Directions for this task. Provide only the number of lines below in which the string "tuple" occurs.

Source records.
==================================================
import ast
import math
import unicodedata
import warnings
from collections.abc import Callable, Iterator, Mapping
from itertools import chain, pairwise
from typing import Any

import numpy as np
from numpy.typing import NDArray
from wavekin.errors import InputError
from wavekin.laws import jets
from wavekin.laws.law import Law, Units, two_numbers
from wavekin.laws.parameters import finite, nearest
from wavekin.laws.shape import bisected, kinks_of, straight_parts

MAX_LENGTH = 2000
MAX_DEPTH = 50
#: Exponents without the variable stay within this size.
MAX_EXPONENT = 100.0
#: States at which a formula is tried.
SAMPLES = 4097
#: A divisor or argument this small against its largest value counts as 0.
VANISHING = 1e-12
#: A corner is a kink where the slope's jump over this share of the range hardly shrinks with the share.
CORNER_REACH = 1e-6

FUNCTIONS: dict[str, Callable[..., Any]] = {
    "exp": np.exp,
    "log": np.log,
    "sqrt": np.sqrt,
    "sin": np.sin,
    "cos": np.cos,
    "tan": np.tan,
    "tanh": np.tanh,
    "abs": np.abs,
    "min": np.minimum,
    "max": np.maximum,
}
_TWO_ARGUMENTS = ("min", "max")
_CORNERED = ("abs", "min", "max")
_OPERATORS: dict[type, Callable[[Any, Any], Any]] = {
    ast.Add: np.add,
    ast.Sub: np.subtract,
    ast.Mult: np.multiply,
    ast.Div: np.divide,
    ast.Pow: np.power,
}
_JET_OPERATORS: dict[type, Callable[[jets.Jet, jets.Jet], jets.Jet]] = {
    ast.Add: jets.add,
    ast.Sub: jets.subtract,
    ast.Mult: jets.multiply,
    ast.Div: jets.divide,
    ast.Pow: jets.power,
}

Array = NDArray[np.float64]
Function = Callable[[Array], Array]


def parse(
    text: str, variable: str, parameters: Mapping[str, float] | None = None, key: str = "formula"
) -> tuple[ast.expr, dict[str, float]]:
    """Return the checked tree of a formula and the values of all its names but the variable.

    Raises
    ------
    InputError
        For anything outside the grammar: unknown names (with the nearest known one), calls, attributes, texts
        that are too long or too deep; for parameters that are no numbers or named like something else.
    """
    if not isinstance(text, str) or not text.strip():
        raise InputError("must be a formula in text", key=key, value=text, mend=f'give for instance "{variable}**2/2"')
    if len(text) > MAX_LENGTH:
        raise InputError(f"must be at most {MAX_LENGTH} characters long", key=key, value=len(text), mend="shorten it")
    values = _values(parameters, variable)
    try:
        with warnings.catch_warnings():
            warnings.simplefilter("ignore")  # what Python would write differently is told by the walk below
            tree = ast.parse(text.strip(), mode="eval").body
    except (SyntaxError, ValueError, RecursionError, MemoryError) as error:
        raise InputError(
            "cannot be read as a formula", key=key, value=text, mend="use + - * / ** ( ) and named functions"
        ) from error
    _check(tree, {variable, *values}, key, 0)
    _check_exponents(tree, values, variable, key)
    return tree, values


def _values(parameters: Mapping[str, float] | None, variable: str) -> dict[str, float]:
    """Return the values of parameters and of pi by their names as Python's parser spells them."""
    if not isinstance(parameters or {}, Mapping):
        raise InputError("must be names with numbers", key="parameters", value=parameters, mend="try {M = 0.5}")
    values = {"pi": math.pi}
    for name, value in (parameters or {}).items():
        if not str(name).isidentifier():
            raise InputError("must be named with letters, digits and _", key=f"parameters.{name}", mend="rename it")
        if name in (variable, "pi", *FUNCTIONS):
            raise InputError(
                "must not be named like the variable, pi or a function", key=f"parameters.{name}", mend="rename it"
            )
        values[unicodedata.normalize("NFKC", str(name))] = finite(f"parameters.{name}", value)
    return values


def _check(node: ast.AST, names: set[str], key: str, depth: int) -> None:
    """Raise InputError for the first node outside the grammar."""
    if depth > MAX_DEPTH:
        raise InputError(f"must not be nested deeper than {MAX_DEPTH}", key=key, mend="simplify it")
    match node:
        case ast.Constant(value=bool()):
            raise InputError("takes numbers", key=key, value=node.value, mend="write 0 or 1")
        case ast.Constant(value=int() | float() as value):
            if not (abs(value) < 1e300):
                raise InputError("takes numbers below 1e300", key=key, mend="scale the formula")
        case ast.Name(id=name):
            if name not in names:
                raise InputError("has an unknown name", key=key, value=name, mend=nearest(name, names))
        case ast.UnaryOp(op=ast.USub() | ast.UAdd(), operand=operand):
            _check(operand, names, key, depth + 1)
        case ast.BinOp(left=left, op=op, right=right) if type(op) in _OPERATORS:
            _check(left, names, key, depth + 1)
            _check(right, names, key, depth + 1)
        case ast.Call(func=ast.Name(id=name), args=arguments, keywords=[]):
            if name not in FUNCTIONS:
                raise InputError("has an unknown function", key=key, value=name, mend=nearest(name, FUNCTIONS))
            wanted = 2 if name in _TWO_ARGUMENTS else 1
            if len(arguments) != wanted:
                raise InputError(
                    f"gives {name} the wrong number of arguments", key=key, value=len(arguments), mend=f"give {wanted}"
                )
            for argument in arguments:
                _check(argument, names, key, depth + 1)
        case ast.BinOp(op=ast.BitXor()):
            raise InputError("may not hold ^", key=key, mend="write ** for powers")
        case _:
            raise InputError(
                "may hold only numbers, names, + - * / ** ( ) and functions", key=key, value=type(node).__name__,
                mend=f"known functions are {', '.join(FUNCTIONS)}",
            )  # fmt: skip


def _holds(node: ast.AST, variable: str) -> bool:
    """Return whether a tree depends on the variable."""
    return any(isinstance(inner, ast.Name) and inner.id == variable for inner in ast.walk(node))


def _check_exponents(tree: ast.expr, values: Mapping[str, float], variable: str, key: str) -> None:
    """Raise InputError for exponents without the variable that are too large."""
    for node in ast.walk(tree):
        if isinstance(node, ast.BinOp) and isinstance(node.op, ast.Pow) and not _holds(node.right, variable):
            with np.errstate(all="ignore"):
                exponent = float(_evaluate(node.right, values))
            if not abs(exponent) <= MAX_EXPONENT:
                raise InputError(f"takes exponents up to {MAX_EXPONENT:g}", key=key, value=exponent, mend="lower it")


def _evaluate(node: ast.AST, values: Mapping[str, Any]) -> Any:
    """Return the value of a checked tree."""
    match node:
        case ast.Constant(value=value):
            return np.float64(value)  # type: ignore[arg-type]
        case ast.Name(id=name):
            return values[name]
        case ast.UnaryOp(op=op, operand=operand):
            inner = _evaluate(operand, values)
            return -inner if isinstance(op, ast.USub) else inner
        case ast.BinOp(left=left, op=op, right=right):
            return _OPERATORS[type(op)](_evaluate(left, values), _evaluate(right, values))
        case ast.Call(func=ast.Name(id=name), args=arguments):
            return FUNCTIONS[name](*(_evaluate(argument, values) for argument in arguments))
    raise AssertionError(node)


def _jet(node: ast.AST, values: Mapping[str, jets.Jet]) -> jets.Jet:
    """Return the value of a checked tree with its first two derivatives."""
    match node:
        case ast.Constant(value=value):
            return jets.constant(np.float64(value))  # type: ignore[arg-type]
        case ast.Name(id=name):
            return values[name]
        case ast.UnaryOp(op=op, operand=operand):
            inner = _jet(operand, values)
            return jets.negative(inner) if isinstance(op, ast.USub) else inner
        case ast.BinOp(left=left, op=op, right=right):
            return _JET_OPERATORS[type(op)](_jet(left, values), _jet(right, values))
        case ast.Call(func=ast.Name(id=name), args=arguments):
            return jets.FUNCTIONS[name](*(_jet(argument, values) for argument in arguments))
    raise AssertionError(node)


def _function(
    tree: ast.expr, variable: str, values: Mapping[str, float], ends: tuple[float, float] = (-math.inf, math.inf)
) -> Function:
    """Return a tree as a vectorised function; what is not finite is left to the caller.

    Places beyond the ends count as the ends: a rounding beyond, a root or logarithm may not exist.
    """

    def function(x: Array) -> Array:
        x = np.asarray(x, dtype=float).clip(*ends)
        with np.errstate(all="ignore"):
            result = _evaluate(tree, {**values, variable: x})
        return np.broadcast_to(np.asarray(result, dtype=float), x.shape).copy()

    return function


def formula_function(
    text: str, variable: str, parameters: Mapping[str, float] | None = None, key: str = "formula"
) -> Function:
    """Return a vectorised function of one variable from a formula; see `parse` for what it may hold."""
    tree, values = parse(text, variable, parameters, key)
    return _function(tree, variable, values)


def _derivative(tree: ast.expr, values: Mapping[str, float], ends: tuple[float, float], order: int) -> Function:
    """Return f' or f'' of a tree in u.

    Where the rules of calculus meet 0 times infinity, as at the foot of a root, the derivative next to it towards
    the middle of the range is given.
    """
    constants = {name: jets.constant(value) for name, value in values.items()}

    def carried(u: Array) -> Array:
        with np.errstate(all="ignore"):
            result = _jet(tree, {**constants, "u": (u, np.ones_like(u), np.zeros_like(u))})[order]
        return np.broadcast_to(np.asarray(result, dtype=float), u.shape).copy()

    def function(states: Array) -> Array:
        u = np.asarray(states, dtype=float).clip(*ends)
        result = carried(u)
        open_ = np.isnan(result)
        if open_.any():
            middle = 0.5 * (ends[0] + ends[1])
            away = np.where(u < middle, 1.0, -1.0) * VANISHING * (ends[1] - ends[0])
            result = np.where(open_, carried(u + away), result)
        return result

    return function
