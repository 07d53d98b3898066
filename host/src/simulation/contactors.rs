//! Permit relay and contactors: what the permit's square wave and the loops do to the supply's mains.
//!
//! The permit line feeds a charge pump that holds a relay; relay and loops together hold two contactors. Times follow
//! `hardware-notes/interlock.md`.

use rand_chacha::ChaCha8Rng;

use super::draws::between;

/// Decay of the charge pump's output, nanoseconds.
const PUMP_NS: f64 = 2.2e6;
/// What one edge adds, as a share of what is missing to the pump's open output.
const PUMP_SHARE: f64 = 0.45;
const PUMP_VOLTS: f64 = 16.0;
/// The relay picks up above, and lets go below, volts.
const PICK_UP_VOLTS: f64 = 8.4;
const RELEASE_VOLTS: f64 = 0.6;
/// Edges closer than this do not pass the low-pass before the pump.
const SHORTEST_NS: i64 = 150_000;
/// The relay's contacts follow its coil after this, nanoseconds.
const RELAY_NS: i64 = 4_000_000;

/// The relay that the permit's square wave holds.
#[derive(Clone, Debug, Default)]
pub struct PermitRelay {
    level: bool,
    edge_ns: i64,
    volts: f64,
    at_ns: i64,
    coil: bool,
    coil_ns: i64,
    closed: bool,
}

impl PermitRelay {
    /// The permit pin's level from `now_ns` on.
    pub(super) fn drive(&mut self, now_ns: i64, level: bool) {
        self.pass(now_ns);
        if level == self.level {
            return;
        }
        let apart_ns = now_ns - self.edge_ns;
        self.level = level;
        self.edge_ns = now_ns;
        if apart_ns >= SHORTEST_NS {
            self.volts += (PUMP_VOLTS - self.volts) * PUMP_SHARE;
        }
        self.settle(now_ns);
    }

    /// Lets time pass; tells whether the contacts are closed.
    pub(super) fn pass(&mut self, now_ns: i64) -> bool {
        if self.volts > 0.0 {
            self.volts *= libm::exp(-((now_ns - self.at_ns) as f64) / PUMP_NS);
            if self.volts < 1e-6 {
                self.volts = 0.0;
            }
        }
        self.at_ns = now_ns;
        self.settle(now_ns);
        if now_ns - self.coil_ns >= RELAY_NS {
            self.closed = self.coil;
        }
        self.closed
    }

    fn settle(&mut self, now_ns: i64) {
        let coil = if self.coil { self.volts > RELEASE_VOLTS } else { self.volts > PICK_UP_VOLTS };
        if coil != self.coil {
            self.coil = coil;
            self.coil_ns = now_ns;
        }
    }
}

/// Which contactors are welded.
#[derive(Clone, Copy, Debug, Default, PartialEq, Eq)]
pub enum Weld {
    /// None.
    #[default]
    None,
    /// One: the other still takes the mains away.
    One,
    /// Both: the mains stays on.
    Both,
}

/// Two contactors in series.
#[derive(Clone, Debug)]
pub struct Contactors {
    pull_ns: i64,
    drop_ns: i64,
    driven: bool,
    since_ns: i64,
    closed: bool,
    weld: Weld,
}

impl Contactors {
    /// Released; how fast they are is drawn.
    pub(super) fn new(rng: &mut ChaCha8Rng) -> Self {
        Self {
            pull_ns: between(rng, 12e6, 22e6) as i64,
            drop_ns: between(rng, 12e6, 25e6) as i64,
            driven: false,
            since_ns: 0,
            closed: false,
            weld: Weld::None,
        }
    }

    /// Welds those that are closed now, or frees them.
    pub(super) fn set_weld(&mut self, weld: Weld) {
        self.weld = if self.closed { weld } else { Weld::None };
    }

    /// Lets time pass with the coils driven or not; tells whether the mirror contacts moved.
    pub(super) fn pass(&mut self, now_ns: i64, driven: bool) -> bool {
        let released = self.released();
        if driven != self.driven {
            self.driven = driven;
            self.since_ns = now_ns;
        }
        let wait_ns = if driven { self.pull_ns } else { self.drop_ns };
        if now_ns - self.since_ns >= wait_ns {
            self.closed = driven || self.weld == Weld::Both;
        }
        released != self.released()
    }

    /// Whether mains reaches the supply.
    pub const fn mains_on(&self) -> bool {
        self.closed
    }

    /// Whether both mirror contacts are closed.
    pub const fn released(&self) -> bool {
        !self.closed && matches!(self.weld, Weld::None)
    }
}

#[cfg(test)]
mod tests {
    use rand::SeedableRng;

    use super::*;

    /// Drives edges every `apart_us` for 0.2 s; whether the relay ends closed.
    fn closed_after(relay: &mut PermitRelay, from_ns: i64, apart_us: i64) -> bool {
        let mut level = false;
        let mut now_ns = from_ns;
        while now_ns < from_ns + 200_000_000 {
            now_ns += apart_us * 1_000;
            level = !level;
            relay.drive(now_ns, level);
        }
        relay.closed
    }

    /// `hardware-notes/interlock.md`: 1 kHz picks up, slow and very fast waves and steady levels do not.
    #[test]
    fn only_the_permits_own_frequency_picks_up() {
        for (apart_us, expected) in [(500, true), (333, true), (5_000, false), (10_000, false), (100, false)] {
            assert_eq!(closed_after(&mut PermitRelay::default(), 0, apart_us), expected, "{apart_us}");
        }
        let mut relay = PermitRelay::default();
        relay.drive(1, true);
        assert!(!(0..1_000).any(|ms| relay.pass(ms * 1_000_000)));
    }

    #[test]
    fn it_lets_go_within_16_milliseconds_of_the_last_edge() {
        let mut relay = PermitRelay::default();
        assert!(closed_after(&mut relay, 0, 500));
        let last_ns = relay.edge_ns;
        let released_ns = (0..100).map(|step| last_ns + step * 500_000).find(|now| !relay.pass(*now)).unwrap();
        assert!((5_000_000..=16_000_000).contains(&(released_ns - last_ns)), "{}", released_ns - last_ns);
    }

    #[test]
    fn contactors_follow_late_and_welded_ones_do_not() {
        let mut contactors = Contactors::new(&mut ChaCha8Rng::seed_from_u64(1));
        contactors.pass(0, true);
        contactors.pass(5_000_000, true);
        assert!(contactors.released() && !contactors.mains_on());
        contactors.pass(30_000_000, true);
        assert!(!contactors.released() && contactors.mains_on());
        contactors.set_weld(Weld::One);
        contactors.pass(40_000_000, false);
        contactors.pass(70_000_000, false);
        assert!(!contactors.released() && !contactors.mains_on());
        contactors.set_weld(Weld::None);
        assert!(contactors.released());
        // What is open cannot weld.
        contactors.set_weld(Weld::Both);
        assert!(contactors.released());
        contactors.pass(80_000_000, true);
        contactors.pass(120_000_000, true);
        contactors.set_weld(Weld::Both);
        contactors.pass(130_000_000, false);
        contactors.pass(230_000_000, false);
        assert!(!contactors.released() && contactors.mains_on());
    }
}
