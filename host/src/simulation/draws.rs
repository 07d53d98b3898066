//! Random numbers: one stream for each part, so that what one part draws never shifts another's world.

use rand::{RngExt, SeedableRng};
use rand_chacha::ChaCha8Rng;
use rand_distr::{Distribution, StandardNormal};

/// Who draws. The number names a ChaCha stream; only ever append.
#[derive(Clone, Copy, Debug, PartialEq, Eq)]
pub(super) enum Part {
    Supply = 1,
    MainString = 2,
    CrossString = 3,
    MainConverter = 4,
    CrossConverter = 5,
    Contacts = 6,
    Contactors = 7,
    Oscillator = 8,
    Camera = 9,
    Tube = 10,
    Enclosure = 11,
    Calibration = 12,
    Bench = 13,
    SupplyTraits = 14,
    /// Frame `n` draws from stream `Frames + n`.
    Frames = 1 << 16,
}

/// A part's own generator.
pub(super) fn stream(seed: u64, part: Part) -> ChaCha8Rng {
    substream(seed, part, 0)
}

/// A generator of the `number`th thing of its kind.
pub(super) fn substream(seed: u64, part: Part, number: u64) -> ChaCha8Rng {
    let mut rng = ChaCha8Rng::seed_from_u64(seed);
    rng.set_stream(part as u64 + number);
    rng
}

/// A standard normal deviate.
pub(super) fn normal(rng: &mut ChaCha8Rng) -> f64 {
    StandardNormal.sample(rng)
}

/// A uniform number in `-size..size`.
pub(super) fn within(rng: &mut ChaCha8Rng, size: f64) -> f64 {
    size * rng.random_range(-1.0..1.0)
}

/// A uniform number in `low..high`.
pub(super) fn between(rng: &mut ChaCha8Rng, low: f64, high: f64) -> f64 {
    rng.random_range(low..high)
}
==================================================
Written solution. 3